Directions for this task:
What you print must match the data line for line.

□ □ □ □ □

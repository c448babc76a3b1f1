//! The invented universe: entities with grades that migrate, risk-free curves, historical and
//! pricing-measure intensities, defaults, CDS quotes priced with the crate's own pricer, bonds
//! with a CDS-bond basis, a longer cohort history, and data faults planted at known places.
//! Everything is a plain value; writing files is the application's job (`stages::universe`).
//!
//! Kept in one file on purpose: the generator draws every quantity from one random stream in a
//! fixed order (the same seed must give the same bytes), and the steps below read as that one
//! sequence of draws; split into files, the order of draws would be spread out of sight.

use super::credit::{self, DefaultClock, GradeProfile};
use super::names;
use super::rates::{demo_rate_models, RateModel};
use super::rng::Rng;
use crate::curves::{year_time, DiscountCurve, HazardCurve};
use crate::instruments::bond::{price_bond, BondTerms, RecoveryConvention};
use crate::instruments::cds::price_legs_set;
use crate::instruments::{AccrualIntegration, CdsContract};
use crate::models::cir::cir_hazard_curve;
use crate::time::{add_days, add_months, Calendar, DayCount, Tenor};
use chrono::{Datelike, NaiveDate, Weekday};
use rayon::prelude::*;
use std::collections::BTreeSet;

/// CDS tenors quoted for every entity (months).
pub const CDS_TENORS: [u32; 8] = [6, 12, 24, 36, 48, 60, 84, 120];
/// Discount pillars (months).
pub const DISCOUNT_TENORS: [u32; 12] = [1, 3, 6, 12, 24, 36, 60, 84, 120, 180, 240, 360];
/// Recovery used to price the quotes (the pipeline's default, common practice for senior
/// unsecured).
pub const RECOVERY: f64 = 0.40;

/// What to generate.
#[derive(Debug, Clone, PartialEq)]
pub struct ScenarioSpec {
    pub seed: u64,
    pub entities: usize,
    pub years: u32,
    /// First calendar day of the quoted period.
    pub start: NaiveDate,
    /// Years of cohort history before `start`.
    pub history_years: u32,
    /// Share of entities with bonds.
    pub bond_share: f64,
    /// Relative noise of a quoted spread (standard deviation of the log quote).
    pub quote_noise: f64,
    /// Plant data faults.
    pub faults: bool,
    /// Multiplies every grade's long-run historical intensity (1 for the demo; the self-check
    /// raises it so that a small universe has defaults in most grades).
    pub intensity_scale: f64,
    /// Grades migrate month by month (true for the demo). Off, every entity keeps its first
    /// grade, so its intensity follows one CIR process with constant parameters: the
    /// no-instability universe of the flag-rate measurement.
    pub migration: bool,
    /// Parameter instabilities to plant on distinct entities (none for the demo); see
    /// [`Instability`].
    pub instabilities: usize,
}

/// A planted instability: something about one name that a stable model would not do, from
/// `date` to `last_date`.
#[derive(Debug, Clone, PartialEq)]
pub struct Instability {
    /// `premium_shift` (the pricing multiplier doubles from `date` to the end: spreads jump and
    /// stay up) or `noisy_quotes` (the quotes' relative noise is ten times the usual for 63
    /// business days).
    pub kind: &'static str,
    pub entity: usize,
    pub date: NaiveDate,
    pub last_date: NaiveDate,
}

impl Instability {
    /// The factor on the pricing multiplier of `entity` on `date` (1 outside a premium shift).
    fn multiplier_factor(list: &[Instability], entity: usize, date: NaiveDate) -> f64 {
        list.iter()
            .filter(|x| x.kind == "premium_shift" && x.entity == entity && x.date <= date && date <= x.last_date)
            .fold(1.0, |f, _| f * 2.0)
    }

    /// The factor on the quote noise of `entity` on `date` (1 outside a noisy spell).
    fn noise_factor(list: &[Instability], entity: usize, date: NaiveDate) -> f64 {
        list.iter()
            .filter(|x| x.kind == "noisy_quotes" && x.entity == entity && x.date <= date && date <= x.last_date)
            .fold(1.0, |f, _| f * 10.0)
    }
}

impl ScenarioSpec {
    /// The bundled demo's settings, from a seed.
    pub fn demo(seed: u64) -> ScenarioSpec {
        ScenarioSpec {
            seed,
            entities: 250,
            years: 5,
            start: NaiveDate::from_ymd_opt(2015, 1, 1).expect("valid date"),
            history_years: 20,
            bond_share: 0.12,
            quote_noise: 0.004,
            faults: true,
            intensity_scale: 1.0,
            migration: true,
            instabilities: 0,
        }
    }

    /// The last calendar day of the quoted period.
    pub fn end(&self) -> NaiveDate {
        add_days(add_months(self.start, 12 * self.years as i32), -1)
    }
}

□ □ □ □ □

Answer to the problem:
repository c448babc76a3b1f1
//! The invented universe: entities with grades that migrate, risk-free curves, historical and
//! pricing-measure intensities, defaults, CDS quotes priced with the crate's own pricer, bonds
//! with a CDS-bond basis, a longer cohort history, and data faults planted at known places.
//! Everything is a plain value; writing files is the application's job (`stages::universe`).
//!
//! Kept in one file on purpose: the generator draws every quantity from one random stream in a
//! fixed order (the same seed must give the same bytes), and the steps below read as that one
//! sequence of draws; split into files, the order of draws would be spread out of sight.

use super::credit::{self, DefaultClock, GradeProfile};
use super::names;
use super::rates::{demo_rate_models, RateModel};
use super::rng::Rng;
use crate::curves::{year_time, DiscountCurve, HazardCurve};
use crate::instruments::bond::{price_bond, BondTerms, RecoveryConvention};
use crate::instruments::cds::price_legs_set;
use crate::instruments::{AccrualIntegration, CdsContract};
use crate::models::cir::cir_hazard_curve;
use crate::time::{add_days, add_months, Calendar, DayCount, Tenor};
use chrono::{Datelike, NaiveDate, Weekday};
use rayon::prelude::*;
use std::collections::BTreeSet;

/// CDS tenors quoted for every entity (months).
pub const CDS_TENORS: [u32; 8] = [6, 12, 24, 36, 48, 60, 84, 120];
/// Discount pillars (months).
pub const DISCOUNT_TENORS: [u32; 12] = [1, 3, 6, 12, 24, 36, 60, 84, 120, 180, 240, 360];
/// Recovery used to price the quotes (the pipeline's default, common practice for senior
/// unsecured).
pub const RECOVERY: f64 = 0.40;

/// What to generate.
#[derive(Debug, Clone, PartialEq)]
pub struct ScenarioSpec {
    pub seed: u64,
    pub entities: usize,
    pub years: u32,
    /// First calendar day of the quoted period.
    pub start: NaiveDate,
    /// Years of cohort history before `start`.
    pub history_years: u32,
    /// Share of entities with bonds.
    pub bond_share: f64,
    /// Relative noise of a quoted spread (standard deviation of the log quote).
    pub quote_noise: f64,
    /// Plant data faults.
    pub faults: bool,
    /// Multiplies every grade's long-run historical intensity (1 for the demo; the self-check
    /// raises it so that a small universe has defaults in most grades).
    pub intensity_scale: f64,
    /// Grades migrate month by month (true for the demo). Off, every entity keeps its first
    /// grade, so its intensity follows one CIR process with constant parameters: the
    /// no-instability universe of the flag-rate measurement.
    pub migration: bool,
    /// Parameter instabilities to plant on distinct entities (none for the demo); see
    /// [`Instability`].
    pub instabilities: usize,
}

/// A planted instability: something about one name that a stable model would not do, from
/// `date` to `last_date`.
#[derive(Debug, Clone, PartialEq)]
pub struct Instability {
    /// `premium_shift` (the pricing multiplier doubles from `date` to the end: spreads jump and
    /// stay up) or `noisy_quotes` (the quotes' relative noise is ten times the usual for 63
    /// business days).
    pub kind: &'static str,
    pub entity: usize,
    pub date: NaiveDate,
    pub last_date: NaiveDate,
}

impl Instability {
    /// The factor on the pricing multiplier of `entity` on `date` (1 outside a premium shift).
    fn multiplier_factor(list: &[Instability], entity: usize, date: NaiveDate) -> f64 {
        list.iter()
            .filter(|x| x.kind == "premium_shift" && x.entity == entity && x.date <= date && date <= x.last_date)
            .fold(1.0, |f, _| f * 2.0)
    }

    /// The factor on the quote noise of `entity` on `date` (1 outside a noisy spell).
    fn noise_factor(list: &[Instability], entity: usize, date: NaiveDate) -> f64 {
        list.iter()
            .filter(|x| x.kind == "noisy_quotes" && x.entity == entity && x.date <= date && date <= x.last_date)
            .fold(1.0, |f, _| f * 10.0)
    }
}

impl ScenarioSpec {
    /// The bundled demo's settings, from a seed.
    pub fn demo(seed: u64) -> ScenarioSpec {
        ScenarioSpec {
            seed,
            entities: 250,
            years: 5,
            start: NaiveDate::from_ymd_opt(2015, 1, 1).expect("valid date"),
            history_years: 20,
            bond_share: 0.12,
            quote_noise: 0.004,
            faults: true,
            intensity_scale: 1.0,
            migration: true,
            instabilities: 0,
        }
    }

    /// The last calendar day of the quoted period.
    pub fn end(&self) -> NaiveDate {
        add_days(add_months(self.start, 12 * self.years as i32), -1)
    }
}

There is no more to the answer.